- RECORDED INFORMATION:

"""Quantities against published unit definitions, and the errors of wrong ones."""

from __future__ import annotations

import subprocess
import sys

import pytest
from hypothesis import given
from hypothesis import strategies as st

from lodestroke.units import KNOWN, UnitError, parse, show

# BIPM SI brochure and NIST SP 811 appendix B definitions: g_n = 9.80665 m/s2, water 1000 kg/m3,
# mercury 13595.1 kg/m3, torr = 101325/760 Pa (exact fractions).
PRESSURES = [
    ("35 cmH2O", "1 Pa", 3432.3275), ("-12.5 cmH2O", "1 Pa", -1225.83125),
    ("7.5 mmHg", "1 Pa", 999.917905613), ("15 mmHg", "1 cmH2O", 20.39265),
    ("120 mmHg", "1 cmH2O", 163.1412), ("1.25 psi", "1 Pa", 8618.44661646),
    ("25 mbar", "1 cmH2O", 25.4929053244), ("3.4 kPa", "1 cmH2O", 34.6703512412),
    ("760 torr", "1 mmHg", 759.999891726), ("2500 Pa", "1 mmHg", 18.7515393961),
]


@pytest.mark.parametrize(("text", "per", "expected"), PRESSURES)
def test_pressure_converts_as_defined(text: str, per: str, expected: float) -> None:
    assert parse(text, "Pa") / parse(per, "Pa") == pytest.approx(expected, rel=1e-10)


def test_mmhg_differs_from_torr_as_defined() -> None:
    # same sources: one conventional mmHg minus one torr is 1.89939473684e-5 Pa
    difference = parse("1 mmHg", "Pa") - parse("1 torr", "Pa")
    assert difference == pytest.approx(1.89939473684e-5, abs=1e-9)


def test_centimetre_of_water_is_the_conventional_one() -> None:
    # NIST SP 811 appendix B.8 prints 98.0638 Pa for water at 4 degC (from memory); ours is 98.0665
    assert parse("1 cmH2O", "Pa") == pytest.approx(98.0638, rel=5e-5)
    assert parse("1 cmH2O", "Pa") == pytest.approx(98.0665, rel=1e-12)


def test_gauge_and_absolute_differ_by_the_ambient_pressure() -> None:
    # definition; worked examples at 98300 Pa and 98640 Pa of ambient pressure
    assert parse("35 cmH2O", "Pa") + 98300 == pytest.approx(101732.3275, rel=1e-9)
    assert (103100 - 98640) / parse("1 cmH2O", "Pa") == pytest.approx(45.4793430988, rel=1e-9)


@pytest.mark.parametrize(("text", "unit", "value"), [
    ("1.2 A", "A", 1.2), ("40 ms", "s", 0.04), ("0.5 Hz", "Hz", 0.5), ("90 1/min", "Hz", 1.5),
    ("6 mPa*s", "Pa*s", 0.006), ("6 mPa·s", "Pa*s", 0.006), ("20 ul", "m^3", 2e-8),
    ("2e-10 m^3/Pa", "m^3/Pa", 2e-10), ("2e-10 m³/Pa", "m^3/Pa", 2e-10), ("5 K/W", "K/W", 5.0),
    ("5 degC/W", "K/W", 5.0), ("31.8 kA/m", "A/m", 31800.0), ("1.2 g/cm^3", "kg/m^3", 1200.0),
    ("50 Ω", "ohm", 50.0), ("5 µs", "s", 5e-6), ("5 μs", "s", 5e-6), ("60 %", "", 0.6),
    ("+3 V", "V", 3.0), (".5 V", "V", 0.5), ("5. V", "V", 5.0), ("  7 V ", "V", 7.0),
    ("5e9 Pa * s / m ^ 3", "Pa*s/m^3", 5e9), ("3.2e7 Pa*s**2/m**3", "Pa*s^2/m^3", 3.2e7),
    ("90 deg", "deg", 90.0), ("3.141592653589793 rad", "deg", 180.0), ("1 day", "s", 86400.0),
])
def test_quantity_is_read_in_si(text: str, unit: str, value: float) -> None:
    assert parse(text, unit) == pytest.approx(value, rel=1e-12)


@pytest.mark.parametrize(("text", "value"), [
    ("25 degC", 25.0), ("25 °C", 25.0), ("300 K", 26.85), ("77 degF", 25.0), ("0 K", -273.15),
])
def test_temperature_minds_its_offset(text: str, value: float) -> None:
    # definition of the kelvin and the Fahrenheit scale
    assert parse(text, "degC") == pytest.approx(value, abs=1e-9)


@pytest.mark.parametrize(("text", "unit", "what", "advice"), [
    ("1.2", "A", "number without unit", 'write "1.2 A"'),
    (1.2, "A", "number without unit", 'write "1.2 A"'),
    ("3 V", "A", '"V" is no unit of current', 'write "1 A"'),
    ("35 cmh2o", "Pa", 'unknown unit "cmh2o"', 'did you mean "cmH2O"?'),
    ("60 rpm", "Hz", '"rpm" is an angle', 'write "60 1/min"'),
    ("6 rad/s", "Hz", '"rad" is an angle', 'write "60 1/min"'),
    ("90 deg", "", '"deg" is no unit of plain number', "write 0.5"),
    ("90 %", "deg", '"%" is no unit of angle', 'write "1 deg"'),
    ("1e400 A", "A", "this current is not a finite number", "write an ordinary number"),
    (float("nan"), "", "this plain number is not a finite number", "write an ordinary number"),
    (float("inf"), "V", "number without unit", 'write "1 V"'),
    ("-300 degC", "degC", "colder than absolute zero", "check the sign and the unit"),
    ("5 A", "degC", '"A" is no unit of temperature', 'write "1 degC"'),
    ("quick", "s", "no number at the start of this time", 'write "1 ms"'),
    (True, "A", "true or false where a current belongs", 'write "1 A"'),
    (["1 A"], "A", "a list where a current belongs", 'write "1 A"'),
    ({"a": 1}, "A", "a table where a current belongs", 'write "1 A"'),
    ("9**9**9 A", "A", 'cannot read "^9^9" in the unit "**9**9 A"', 'write it like "Pa*s/m^3"'),
])
def test_wrong_quantity_says_what_to_write(text: object, unit: str, what: str, advice: str) -> None:
    with pytest.raises(UnitError) as caught:
        parse(text, unit)
    assert caught.value.what == what
    assert caught.value.try_ == advice


@given(st.text(max_size=40) | st.from_regex(r"-?\d+ [A-Za-z*/^0-9 ]{1,12}", fullmatch=True),
       st.sampled_from(sorted(KNOWN)))
def test_any_text_gives_a_number_or_a_unit_error(text: str, unit: str) -> None:
    told = "a number"
    try:
        assert abs(parse(text, unit)) < float("inf")
    except UnitError as err:
        told = err.what and (err.bound or err.try_)
    assert told


@given(st.floats(-1e9, 1e9, allow_subnormal=False).filter(lambda v: v == 0 or abs(v) > 1e-12),
       st.sampled_from(["Pa", "A", "V", "s", "m", "Hz", "ohm", "m^3/Pa", "K/W", "Pa*s", "m^3"]))
def test_shown_quantity_reads_back_as_itself(value: float, unit: str) -> None:
    assert parse(show(value, unit), unit) == pytest.approx(value, rel=1e-5)


@pytest.mark.parametrize(("value", "unit", "text"), [
    (0.004, "s", "4 ms"), (120.0, "s", "120 s"), (3432.3275, "Pa", "3.43233 kPa"),
    (0.0, "A", "0 A"),
    (-0.5, "A", "-500 mA"), (2e-8, "m^3", "20 ul"), (0.4, "", "0.4"), (5e-6, "s", "5 us"),
])
def test_quantity_is_shown_short(value: float, unit: str, text: str) -> None:
    assert show(value, unit) == text


def test_unit_registry_is_not_imported_until_a_quantity_is_read() -> None:
    code = "import sys, lodestroke.units; sys.exit('pint' in sys.modules)"
    assert subprocess.run([sys.executable, "-c", code], check=False).returncode == 0
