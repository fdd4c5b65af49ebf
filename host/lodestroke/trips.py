"""Words for the board's trips: what happened, what usually causes it, what to do next."""

from __future__ import annotations

from dataclasses import dataclass
from typing import Any

from lodeboard import limits, trips


@dataclass(frozen=True)
class Words:
    """One trip in words."""

    what: str
    causes: str
    next: str
    unit: str


WORDS = {
    trips.OUTLET_REVERSE: Words(
        "reverse pressure across the outlet valve reached its limit",
        "outlet pressure high while the slug returns: too much current, too fast a fall, a blocked outlet",
        "lower the current, soften the fall, or open the outlet; then run again",
        "Pa",
    ),
    trips.INLET_REVERSE: Words(
        "reverse pressure across the inlet valve reached its limit",
        "the chamber is pushed hard and its outlet does not give way",
        "lower the current or soften the rise; look for a blocked outlet valve",
        "Pa",
    ),
    trips.CHAMBER_HIGH: Words(
        "chamber pressure reached its upper limit",
        "a push against a closed or blocked outlet",
        "lower the current; look at outlet valve and tubing",
        "Pa",
    ),
    trips.CHAMBER_LOW: Words(
        "chamber pressure reached its lower limit",
        "a return stroke with a blocked or starved inlet",
        "soften the fall; look at inlet valve and supply",
        "Pa",
    ),
    trips.OUTLET_HIGH: Words(
        "outlet pressure reached its upper limit",
        "a closed or clogged line behind the pump",
        "open the line, then run again",
        "Pa",
    ),
    trips.OUTLET_LOW: Words(
        "outlet pressure fell to its lower limit",
        "suction on the outlet, or a sensor off its zero",
        "look at the line behind the pump and at the sensor's zero",
        "Pa",
    ),
    trips.OVER_CURRENT: Words(
        "coil current reached its limit",
        "a shorted coil or driver, wrong current calibration",
        "measure the coil's resistance cold before anything else",
        "mA",
    ),
    trips.COIL_HOT: Words(
        "the coil's estimated temperature reached its limit",
        "too much duty, or no way for heat to leave",
        "let it cool; lower current or duty",
        "m°C",
    ),
    trips.COIL_OPEN: Words(
        "current stays far below its target",
        "a broken coil wire, a loose plug, no supply",
        "look at coil, plug and supply with the driver off",
        "mA",
    ),
    trips.SENSOR_RANGE: Words(
        "a sensor reads outside its range",
        "a broken or shorted sensor wire, no sensor supply",
        "look at that sensor's wiring",
        "counts",
    ),
    trips.SENSOR_STUCK: Words(
        "a sensor has not moved by one count for too long",
        "a frozen converter or a disconnected input",
        "look at that sensor; power it down and up",
        "counts",
    ),
    trips.SENSOR_JUMP: Words(
        "a sensor moved further in one tick than is possible",
        "a loose contact or interference",
        "look at that sensor's plug, shield and cable route",
        "units",
    ),
    trips.SUPPLY_LOW: Words(
        "the supply voltage fell to its limit",
        "a weak or shared supply, thin cables",
        "measure the supply under load",
        "mV",
    ),
    trips.HOST_SILENT: Words(
        "the host was silent for too long",
        "the bench computer stopped, slept or lost the cable",
        "look at computer and cable; endure --resume carries on",
        "ms",
    ),
    trips.TICK_LATE: Words(
        "a control tick came too late",
        "flash writes, a stalled interpreter, a very busy computer behind a virtual board",
        "run again; if it stays, report it with the run",
        "µs",
    ),
    trips.LIMITS_CORRUPT: Words(
        "the limits in memory changed by themselves",
        "failing memory or a fault of ours",
        "reset the board; if it stays, replace it",
        "index",
    ),
    trips.PROGRAM_CORRUPT: Words(
        "the program in memory changed or has no end",
        "failing memory or a fault of ours",
        "reset the board; if it stays, replace it",
        "index",
    ),
    trips.STOP_INPUT: Words(
        "the stop input was pressed",
        "somebody pressed it",
        "find out why, release it, run again",
        "",
    ),
    trips.CUTOUT_OPEN: Words(
        "the external cut-out is open",
        "the coil got hot enough to open it, or its wire is off",
        "let the coil cool, reset the cut-out; look at its wire",
        "",
    ),
    trips.WATCHDOG_RESET: Words(
        "the board was reset by its watchdog",
        "the firmware hung",
        "report it with the run; look at the supply for dips",
        "",
    ),
    trips.FIRMWARE_FAULT: Words(
        "the firmware stopped on a fault of ours",
        "a fault of ours; its traceback is in the notes",
        "report it with the run",
        "",
    ),
}


def name(code: int) -> str:
    """A trip's name, as in JSON and in --clear."""
    return trips.TABLE[code][0] if code in trips.TABLE else f"code_{code}"


def channel_name(channel: int) -> str:
    """A channel's name; empty where a trip has none."""
    return limits.CHANNELS[channel] if channel < limits.N_CHANNELS else ""


def sentence(trip: dict[str, Any]) -> str:
    """One line: what, where, value, limit, when."""
    words = WORDS.get(trip["code"])
    if words is None:
        return f"trip code {trip['code']} at tick {trip['tick']}"
    figures = (
        f": {trip['value']} {words.unit}, limit {trip['limit']} {words.unit}" if words.unit else ""
    )
    return f"{words.what}{figures}, tick {trip['tick']}, category {trip['stop_category']} stop"


def as_json(trip: dict[str, Any]) -> dict[str, Any]:
    """A trip record as --json gives it."""
    words = WORDS.get(trip["code"])
    return {
        "code": trip["code"],
        "name": name(trip["code"]),
        "tick": trip["tick"],
        "channel": trip["channel"],
        "channel_name": channel_name(trip["channel"]),
        "value": trip["value"],
        "limit": trip["limit"],
        "unit": words.unit if words else "",
        "stop_category": trip["stop_category"],
        "step": trip["step"],
        "trip_serial": trip["trip_serial"],
        "what": words.what if words else "",
    }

- ASSIGNED TASK: Copy out every line of the entries where the string "plain" shows up.

- SOLUTION TO THIS PROBLEM:
    ("90 deg", "", '"deg" is no unit of plain number', "write 0.5"),
    (float("nan"), "", "this plain number is not a finite number", "write an ordinary number"),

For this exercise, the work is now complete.